# [Work required]
Could you write the entries out again, exactly as they are?

Records from a collection

──────

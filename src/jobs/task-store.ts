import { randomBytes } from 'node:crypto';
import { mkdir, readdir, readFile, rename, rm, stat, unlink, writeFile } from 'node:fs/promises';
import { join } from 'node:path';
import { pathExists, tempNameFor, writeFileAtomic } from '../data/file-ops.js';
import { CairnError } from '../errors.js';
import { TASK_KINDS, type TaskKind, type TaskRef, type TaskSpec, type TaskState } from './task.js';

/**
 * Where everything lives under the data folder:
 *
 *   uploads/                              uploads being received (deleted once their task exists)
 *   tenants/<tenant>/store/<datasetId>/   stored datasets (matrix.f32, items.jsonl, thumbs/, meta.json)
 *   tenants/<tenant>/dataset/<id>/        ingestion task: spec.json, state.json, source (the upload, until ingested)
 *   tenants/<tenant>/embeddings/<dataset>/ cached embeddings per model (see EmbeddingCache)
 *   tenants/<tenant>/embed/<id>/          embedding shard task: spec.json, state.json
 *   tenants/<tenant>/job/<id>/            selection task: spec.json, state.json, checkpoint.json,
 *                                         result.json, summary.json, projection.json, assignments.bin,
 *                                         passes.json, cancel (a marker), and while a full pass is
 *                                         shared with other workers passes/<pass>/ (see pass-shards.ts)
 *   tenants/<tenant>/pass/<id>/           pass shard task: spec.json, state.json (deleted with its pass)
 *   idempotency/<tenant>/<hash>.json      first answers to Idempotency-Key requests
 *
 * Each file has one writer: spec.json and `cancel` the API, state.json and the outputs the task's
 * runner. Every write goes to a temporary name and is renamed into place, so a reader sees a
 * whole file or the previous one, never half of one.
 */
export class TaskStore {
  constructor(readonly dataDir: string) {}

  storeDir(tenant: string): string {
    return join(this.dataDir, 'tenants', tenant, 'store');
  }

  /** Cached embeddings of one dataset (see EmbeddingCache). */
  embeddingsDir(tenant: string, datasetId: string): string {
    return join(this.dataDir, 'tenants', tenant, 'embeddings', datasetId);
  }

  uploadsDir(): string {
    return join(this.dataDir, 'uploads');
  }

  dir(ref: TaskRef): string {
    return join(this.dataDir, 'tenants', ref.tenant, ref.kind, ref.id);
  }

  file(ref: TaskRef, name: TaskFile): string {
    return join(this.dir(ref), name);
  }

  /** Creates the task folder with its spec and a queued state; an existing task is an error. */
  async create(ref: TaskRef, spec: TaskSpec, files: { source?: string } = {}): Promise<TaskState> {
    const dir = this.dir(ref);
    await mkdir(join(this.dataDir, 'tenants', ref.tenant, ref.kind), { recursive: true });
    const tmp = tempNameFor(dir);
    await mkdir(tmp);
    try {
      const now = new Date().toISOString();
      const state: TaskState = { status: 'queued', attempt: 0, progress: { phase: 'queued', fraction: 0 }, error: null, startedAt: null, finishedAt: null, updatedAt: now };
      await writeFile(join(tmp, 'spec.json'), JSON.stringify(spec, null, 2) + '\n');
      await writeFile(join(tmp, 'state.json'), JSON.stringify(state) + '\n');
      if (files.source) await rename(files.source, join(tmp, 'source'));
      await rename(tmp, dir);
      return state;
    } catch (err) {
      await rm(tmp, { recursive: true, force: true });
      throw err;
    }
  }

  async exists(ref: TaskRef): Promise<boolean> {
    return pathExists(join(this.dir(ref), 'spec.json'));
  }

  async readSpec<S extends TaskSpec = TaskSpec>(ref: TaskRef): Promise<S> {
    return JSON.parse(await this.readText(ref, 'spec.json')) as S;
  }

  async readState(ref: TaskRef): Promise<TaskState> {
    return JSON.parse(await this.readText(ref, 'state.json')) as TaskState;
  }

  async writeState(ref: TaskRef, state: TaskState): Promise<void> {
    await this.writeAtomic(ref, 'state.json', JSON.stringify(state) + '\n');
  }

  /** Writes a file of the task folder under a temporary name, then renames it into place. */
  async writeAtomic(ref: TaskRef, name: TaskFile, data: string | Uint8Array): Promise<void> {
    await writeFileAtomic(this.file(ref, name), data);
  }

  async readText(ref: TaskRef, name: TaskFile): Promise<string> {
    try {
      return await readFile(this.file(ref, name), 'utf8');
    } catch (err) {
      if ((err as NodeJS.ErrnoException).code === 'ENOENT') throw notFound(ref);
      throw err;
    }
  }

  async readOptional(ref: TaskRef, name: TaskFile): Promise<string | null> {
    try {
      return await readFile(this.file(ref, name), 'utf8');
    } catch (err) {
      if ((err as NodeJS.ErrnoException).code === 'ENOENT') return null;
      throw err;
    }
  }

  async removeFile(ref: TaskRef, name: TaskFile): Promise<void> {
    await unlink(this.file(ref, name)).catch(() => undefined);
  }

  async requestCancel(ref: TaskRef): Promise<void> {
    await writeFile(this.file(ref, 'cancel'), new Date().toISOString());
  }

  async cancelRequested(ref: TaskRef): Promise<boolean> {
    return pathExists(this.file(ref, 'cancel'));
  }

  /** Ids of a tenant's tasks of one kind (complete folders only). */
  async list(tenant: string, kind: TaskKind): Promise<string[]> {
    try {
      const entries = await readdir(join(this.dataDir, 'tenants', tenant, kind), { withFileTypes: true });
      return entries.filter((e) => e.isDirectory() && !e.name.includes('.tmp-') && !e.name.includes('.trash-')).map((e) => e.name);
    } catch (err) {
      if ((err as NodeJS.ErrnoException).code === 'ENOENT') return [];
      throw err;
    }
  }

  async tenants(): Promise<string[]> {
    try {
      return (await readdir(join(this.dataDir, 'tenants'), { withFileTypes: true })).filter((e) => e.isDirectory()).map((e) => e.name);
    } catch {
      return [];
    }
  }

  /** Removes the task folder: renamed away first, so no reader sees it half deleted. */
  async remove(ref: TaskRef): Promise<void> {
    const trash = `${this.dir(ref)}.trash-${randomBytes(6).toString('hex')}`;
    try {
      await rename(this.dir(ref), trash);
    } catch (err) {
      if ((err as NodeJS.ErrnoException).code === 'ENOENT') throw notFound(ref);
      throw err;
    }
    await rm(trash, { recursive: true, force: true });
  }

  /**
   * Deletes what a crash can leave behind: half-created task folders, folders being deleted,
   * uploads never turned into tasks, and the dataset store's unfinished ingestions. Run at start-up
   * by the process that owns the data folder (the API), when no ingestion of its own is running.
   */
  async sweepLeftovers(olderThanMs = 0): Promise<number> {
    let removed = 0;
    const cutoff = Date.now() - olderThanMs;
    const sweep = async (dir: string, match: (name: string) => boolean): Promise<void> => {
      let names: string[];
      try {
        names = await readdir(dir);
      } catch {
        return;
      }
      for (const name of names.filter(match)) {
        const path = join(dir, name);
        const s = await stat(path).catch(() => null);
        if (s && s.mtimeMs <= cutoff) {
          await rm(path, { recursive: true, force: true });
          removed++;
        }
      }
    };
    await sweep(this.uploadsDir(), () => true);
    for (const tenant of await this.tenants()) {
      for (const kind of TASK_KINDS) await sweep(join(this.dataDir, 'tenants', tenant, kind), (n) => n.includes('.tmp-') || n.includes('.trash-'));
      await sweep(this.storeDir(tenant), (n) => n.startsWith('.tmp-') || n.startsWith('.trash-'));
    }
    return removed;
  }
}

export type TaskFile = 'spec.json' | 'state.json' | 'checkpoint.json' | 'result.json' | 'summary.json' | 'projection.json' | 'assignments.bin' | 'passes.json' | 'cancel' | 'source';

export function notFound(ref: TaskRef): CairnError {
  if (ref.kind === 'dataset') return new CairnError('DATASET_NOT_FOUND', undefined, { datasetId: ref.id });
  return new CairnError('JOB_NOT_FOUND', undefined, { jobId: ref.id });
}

──────

# [Result]
filename src/jobs/task-store.ts
import { randomBytes } from 'node:crypto';
import { mkdir, readdir, readFile, rename, rm, stat, unlink, writeFile } from 'node:fs/promises';
import { join } from 'node:path';
import { pathExists, tempNameFor, writeFileAtomic } from '../data/file-ops.js';
import { CairnError } from '../errors.js';
import { TASK_KINDS, type TaskKind, type TaskRef, type TaskSpec, type TaskState } from './task.js';

/**
 * Where everything lives under the data folder:
 *
 *   uploads/                              uploads being received (deleted once their task exists)
 *   tenants/<tenant>/store/<datasetId>/   stored datasets (matrix.f32, items.jsonl, thumbs/, meta.json)
 *   tenants/<tenant>/dataset/<id>/        ingestion task: spec.json, state.json, source (the upload, until ingested)
 *   tenants/<tenant>/embeddings/<dataset>/ cached embeddings per model (see EmbeddingCache)
 *   tenants/<tenant>/embed/<id>/          embedding shard task: spec.json, state.json
 *   tenants/<tenant>/job/<id>/            selection task: spec.json, state.json, checkpoint.json,
 *                                         result.json, summary.json, projection.json, assignments.bin,
 *                                         passes.json, cancel (a marker), and while a full pass is
 *                                         shared with other workers passes/<pass>/ (see pass-shards.ts)
 *   tenants/<tenant>/pass/<id>/           pass shard task: spec.json, state.json (deleted with its pass)
 *   idempotency/<tenant>/<hash>.json      first answers to Idempotency-Key requests
 *
 * Each file has one writer: spec.json and `cancel` the API, state.json and the outputs the task's
 * runner. Every write goes to a temporary name and is renamed into place, so a reader sees a
 * whole file or the previous one, never half of one.
 */
export class TaskStore {
  constructor(readonly dataDir: string) {}

  storeDir(tenant: string): string {
    return join(this.dataDir, 'tenants', tenant, 'store');
  }

  /** Cached embeddings of one dataset (see EmbeddingCache). */
  embeddingsDir(tenant: string, datasetId: string): string {
    return join(this.dataDir, 'tenants', tenant, 'embeddings', datasetId);
  }

  uploadsDir(): string {
    return join(this.dataDir, 'uploads');
  }

  dir(ref: TaskRef): string {
    return join(this.dataDir, 'tenants', ref.tenant, ref.kind, ref.id);
  }

  file(ref: TaskRef, name: TaskFile): string {
    return join(this.dir(ref), name);
  }

  /** Creates the task folder with its spec and a queued state; an existing task is an error. */
  async create(ref: TaskRef, spec: TaskSpec, files: { source?: string } = {}): Promise<TaskState> {
    const dir = this.dir(ref);
    await mkdir(join(this.dataDir, 'tenants', ref.tenant, ref.kind), { recursive: true });
    const tmp = tempNameFor(dir);
    await mkdir(tmp);
    try {
      const now = new Date().toISOString();
      const state: TaskState = { status: 'queued', attempt: 0, progress: { phase: 'queued', fraction: 0 }, error: null, startedAt: null, finishedAt: null, updatedAt: now };
      await writeFile(join(tmp, 'spec.json'), JSON.stringify(spec, null, 2) + '\n');
      await writeFile(join(tmp, 'state.json'), JSON.stringify(state) + '\n');
      if (files.source) await rename(files.source, join(tmp, 'source'));
      await rename(tmp, dir);
      return state;
    } catch (err) {
      await rm(tmp, { recursive: true, force: true });
      throw err;
    }
  }

  async exists(ref: TaskRef): Promise<boolean> {
    return pathExists(join(this.dir(ref), 'spec.json'));
  }

  async readSpec<S extends TaskSpec = TaskSpec>(ref: TaskRef): Promise<S> {
    return JSON.parse(await this.readText(ref, 'spec.json')) as S;
  }

  async readState(ref: TaskRef): Promise<TaskState> {
    return JSON.parse(await this.readText(ref, 'state.json')) as TaskState;
  }

  async writeState(ref: TaskRef, state: TaskState): Promise<void> {
    await this.writeAtomic(ref, 'state.json', JSON.stringify(state) + '\n');
  }

  /** Writes a file of the task folder under a temporary name, then renames it into place. */
  async writeAtomic(ref: TaskRef, name: TaskFile, data: string | Uint8Array): Promise<void> {
    await writeFileAtomic(this.file(ref, name), data);
  }

  async readText(ref: TaskRef, name: TaskFile): Promise<string> {
    try {
      return await readFile(this.file(ref, name), 'utf8');
    } catch (err) {
      if ((err as NodeJS.ErrnoException).code === 'ENOENT') throw notFound(ref);
      throw err;
    }
  }

  async readOptional(ref: TaskRef, name: TaskFile): Promise<string | null> {
    try {
      return await readFile(this.file(ref, name), 'utf8');
    } catch (err) {
      if ((err as NodeJS.ErrnoException).code === 'ENOENT') return null;
      throw err;
    }
  }

  async removeFile(ref: TaskRef, name: TaskFile): Promise<void> {
    await unlink(this.file(ref, name)).catch(() => undefined);
  }

  async requestCancel(ref: TaskRef): Promise<void> {
    await writeFile(this.file(ref, 'cancel'), new Date().toISOString());
  }

  async cancelRequested(ref: TaskRef): Promise<boolean> {
    return pathExists(this.file(ref, 'cancel'));
  }

  /** Ids of a tenant's tasks of one kind (complete folders only). */
  async list(tenant: string, kind: TaskKind): Promise<string[]> {
    try {
      const entries = await readdir(join(this.dataDir, 'tenants', tenant, kind), { withFileTypes: true });
      return entries.filter((e) => e.isDirectory() && !e.name.includes('.tmp-') && !e.name.includes('.trash-')).map((e) => e.name);
    } catch (err) {
      if ((err as NodeJS.ErrnoException).code === 'ENOENT') return [];
      throw err;
    }
  }

  async tenants(): Promise<string[]> {
    try {
      return (await readdir(join(this.dataDir, 'tenants'), { withFileTypes: true })).filter((e) => e.isDirectory()).map((e) => e.name);
    } catch {
      return [];
    }
  }

  /** Removes the task folder: renamed away first, so no reader sees it half deleted. */
  async remove(ref: TaskRef): Promise<void> {
    const trash = `${this.dir(ref)}.trash-${randomBytes(6).toString('hex')}`;
    try {
      await rename(this.dir(ref), trash);
    } catch (err) {
      if ((err as NodeJS.ErrnoException).code === 'ENOENT') throw notFound(ref);
      throw err;
    }
    await rm(trash, { recursive: true, force: true });
  }

  /**
   * Deletes what a crash can leave behind: half-created task folders, folders being deleted,
   * uploads never turned into tasks, and the dataset store's unfinished ingestions. Run at start-up
   * by the process that owns the data folder (the API), when no ingestion of its own is running.
   */
  async sweepLeftovers(olderThanMs = 0): Promise<number> {
    let removed = 0;
    const cutoff = Date.now() - olderThanMs;
    const sweep = async (dir: string, match: (name: string) => boolean): Promise<void> => {
      let names: string[];
      try {
        names = await readdir(dir);
      } catch {
        return;
      }
      for (const name of names.filter(match)) {
        const path = join(dir, name);
        const s = await stat(path).catch(() => null);
        if (s && s.mtimeMs <= cutoff) {
          await rm(path, { recursive: true, force: true });
          removed++;
        }
      }
    };
    await sweep(this.uploadsDir(), () => true);
    for (const tenant of await this.tenants()) {
      for (const kind of TASK_KINDS) await sweep(join(this.dataDir, 'tenants', tenant, kind), (n) => n.includes('.tmp-') || n.includes('.trash-'));
      await sweep(this.storeDir(tenant), (n) => n.startsWith('.tmp-') || n.startsWith('.trash-'));
    }
    return removed;
  }
}

export type TaskFile = 'spec.json' | 'state.json' | 'checkpoint.json' | 'result.json' | 'summary.json' | 'projection.json' | 'assignments.bin' | 'passes.json' | 'cancel' | 'source';

export function notFound(ref: TaskRef): CairnError {
  if (ref.kind === 'dataset') return new CairnError('DATASET_NOT_FOUND', undefined, { datasetId: ref.id });
  return new CairnError('JOB_NOT_FOUND', undefined, { jobId: ref.id });
}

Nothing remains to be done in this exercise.